Healers will play their crucial role in the holy trinity of class design the game uses, but they won't be buff bots who bestow everlasting enhancements - statistical advantages - and then sit idly in the safety of keeps.

There will be levelling but "it's going to be slow versus fast progression", and "it's going to be horizontal not vertical". Levelling sped up to such a degree with each subsequent MMO that Jacobs now believes levels whiz past so quickly that players barely notice them. "It's not about how quickly you can get to level-cap because this is an RVR game. In a PVE game, a lot of the reason you want to get to level-cap is so you can get out and do RVR as a really powerful character. That's not how it's going to work.

"We want people in RVR right from the beginning - it's the only way you can play the game. If we go with a more horizontal approach - more abilities but they don't scale in that same manner - it means you as a lower-level player can get into the mix."

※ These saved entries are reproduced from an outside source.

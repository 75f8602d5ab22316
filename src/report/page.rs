//! A self-contained page: its style, its figures, and a policy by which nothing is fetched and no script but its own runs.

use super::cautions::PLANNING_AID;
use super::study::Origin;
use crate::figures::Svg;
use maud::{DOCTYPE, Markup, PreEscaped, html};
use sha2::{Digest, Sha256};

const STYLE: &str = include_str!("briefing/style.css");

/// The page with this title and content.
/// `scripts` stand at its end, in this order.
pub(super) fn page(title: &str, content: &Markup, scripts: &[&str]) -> Vec<u8> {
    let digest = |text: &str| format!(" 'sha256-{}'", base64(&Sha256::digest(text.as_bytes())));
    let of_scripts = scripts.iter().map(|script| digest(script)).collect::<String>();
    let allowed = if scripts.is_empty() { String::new() } else { format!("; script-src{of_scripts}") };
    let policy = format!("default-src 'none'; style-src{}{allowed}", digest(STYLE));
    let page = html! {
        (DOCTYPE)
        html lang="en" {
            head {
                meta charset="utf-8";
                meta http-equiv="Content-Security-Policy" content=(policy);
                meta name="viewport" content="width=device-width, initial-scale=1";
                title { (title) }
                style { (PreEscaped(STYLE)) }
            }
            body {
                main { (content) }
                footer { "Written by thawline " (env!("CARGO_PKG_VERSION")) ". " (PLANNING_AID) }
                @for script in scripts { script { (PreEscaped(script)) } }
            }
        }
    };
    unbroken(&page.into_string()).into_bytes()
}

/// Elements whose text is not prose: drawings set theirs line by line, and code stays as it is.
const VERBATIM: [&str; 4] = ["svg", "script", "style", "code"];

/// No line of prose ends between a number and its percent or degree sign, or before an error.
fn unbroken(page: &str) -> String {
    let bind = |prose: &str| {
        let signs = ["%", "°", "±"].iter().fold(prose.to_owned(), |prose, sign| {
            prose.replace(&format!(" {sign}"), &format!("\u{a0}{sign}"))
        });
        signs.replace("± ", "±\u{a0}")
    };
    let mut bound = String::with_capacity(page.len());
    let mut rest = page;
    let opening = |rest: &str| {
        let of = |name: &str| Some((rest.find(&format!("<{name}"))?, format!("</{name}>")));
        VERBATIM.iter().filter_map(|name| of(name)).min()
    };
    while let Some((from, closing)) = opening(rest) {
        let to = rest[from..].find(&closing).map_or(rest.len(), |end| from + end);
        bound.push_str(&bind(&rest[..from]));
        bound.push_str(&rest[from..to]);
        rest = &rest[to..];
    }
    bound.push_str(&bind(rest));
    bound
}

/// What repeats the run, and from which files.
pub(super) fn repeat(origin: &Origin) -> Markup {
    html! {
        p { code { (origin.command) } " with seed " (origin.seed) " and thawline " (env!("CARGO_PKG_VERSION")) ". Input files and their SHA-256:" }
        ul { @for input in &origin.inputs { li { (input.role) ": " code { (input.path) } " " code { (input.sha256) } } } }
    }
}

/// A figure, how to read it, and where it and its numbers stand as files beside the page.
pub(super) fn figure(figure: &Svg, slug: &str, table: Option<&str>) -> Markup {
    let file = |folder: &str, name: &str, ending: &str| format!("{folder}/{name}.{ending}");
    html! { figure {
        div.scroll { (PreEscaped(&figure.text)) }
        details {
            summary { "How to read this figure" }
            p { (figure.caption) }
            p {
                @let drawing = file("figures", slug, "svg");
                "The drawing: " a href=(drawing) { (drawing) } "."
                @if let Some(table) = table {
                    @let table = file("tables", table, "csv");
                    " Its numbers: " a href=(table) { (table) } "."
                }
            }
        }
    } }
}

/// RFC 4648, for the digest in the page's policy.
fn base64(bytes: &[u8]) -> String {
    const ALPHABET: &[u8; 64] = b"ABCDEFGHIJKLMNOPQRSTUVWXYZabcdefghijklmnopqrstuvwxyz0123456789+/";
    let mut text = String::new();
    for chunk in bytes.chunks(3) {
        let mut group = [0; 3];
        group[..chunk.len()].copy_from_slice(chunk);
        let bits = u32::from_be_bytes([0, group[0], group[1], group[2]]);
        for place in 0..4 {
            let digit = (bits >> (18 - 6 * place)) & 63;
            text.push(if place <= chunk.len() { char::from(ALPHABET[digit as usize]) } else { '=' });
        }
    }
    text
}

#[cfg(test)]
mod tests {
    #[test]
    fn numbers_keep_their_signs() {
        let page = "<p>2.0 ± 0.3 % at +2 °C</p><svg><text>5 %</text></svg><code>a % b</code> 7 %";
        let bound = "<p>2.0\u{a0}±\u{a0}0.3\u{a0}% at +2\u{a0}°C</p><svg><text>5 %</text></svg><code>a % b</code> 7\u{a0}%";
        assert_eq!(super::unbroken(page), bound);
    }

    /// RFC 4648, section 10.
    #[test]
    fn base64_test_vectors() {
        assert_eq!(super::base64(b"foobar"), "Zm9vYmFy");
        assert_eq!(super::base64(b"fooba"), "Zm9vYmE=");
        assert_eq!(super::base64(b"foob"), "Zm9vYg==");
    }
}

Opting for horizontal progression - breadth of abilities rather than simply more powerful ones - means encountering a higher level player on the battlefield won't mean an insurmountable power imbalance and relatively instant death. "I want people to enjoy the game. I want to take the focus away from the 'ding gratz' and put it more on playing. We've got to be better, I mean, come on, it's 2013, we've been making MMOs now for 20 years almost, and we need to find some better ways to do this."

Mark Jacobs has expanded on his game philosophies extensively on the Camelot Unchained website and in Kickstarter updates. There has even been a huge dungeon unveiled where all three realms will clash and, when they die, become the monsters down there. Andrew Meggs has detailed the technology in more detail on Kickstarter as well.

What if Kickstarter doesn't work out?

Camelot Unchained isn't home and dry yet, and there's still just as much chance it could fail. If that happens and the game is well short of its goal then "unfortunately we can't [carry on]". "But if there's enough support to assure me and the other investors that there's a strong enough core that really want this game, then it would be stupid not to try again."

There's still a game to be built, though, still ideas to be turned into tangible, workable, mechanics. This is just the beginning and MMOs are scary projects, as Mark Jacobs can well attest. He's been here before, though - he's led ballsy projects and he's made them work. And this time he's creatively unshackled - unchained, if you like - and making the kind of MMO I dreamed about while waiting on a portal to Emain Macha or Odin's Gate all those years ago. He's got big ideas to realise, but what ideas they could turn out to be. Perhaps we shouldn't be looking at The Elder Scrolls Online or even Blizzard's Project Titan to lead us into a new generation of MMOs. If Kickstarter does work out for Camelot Unchained, perhaps it's to these smaller, independent and creatively risky MMOs we should turn. We have with so many other genres, after all.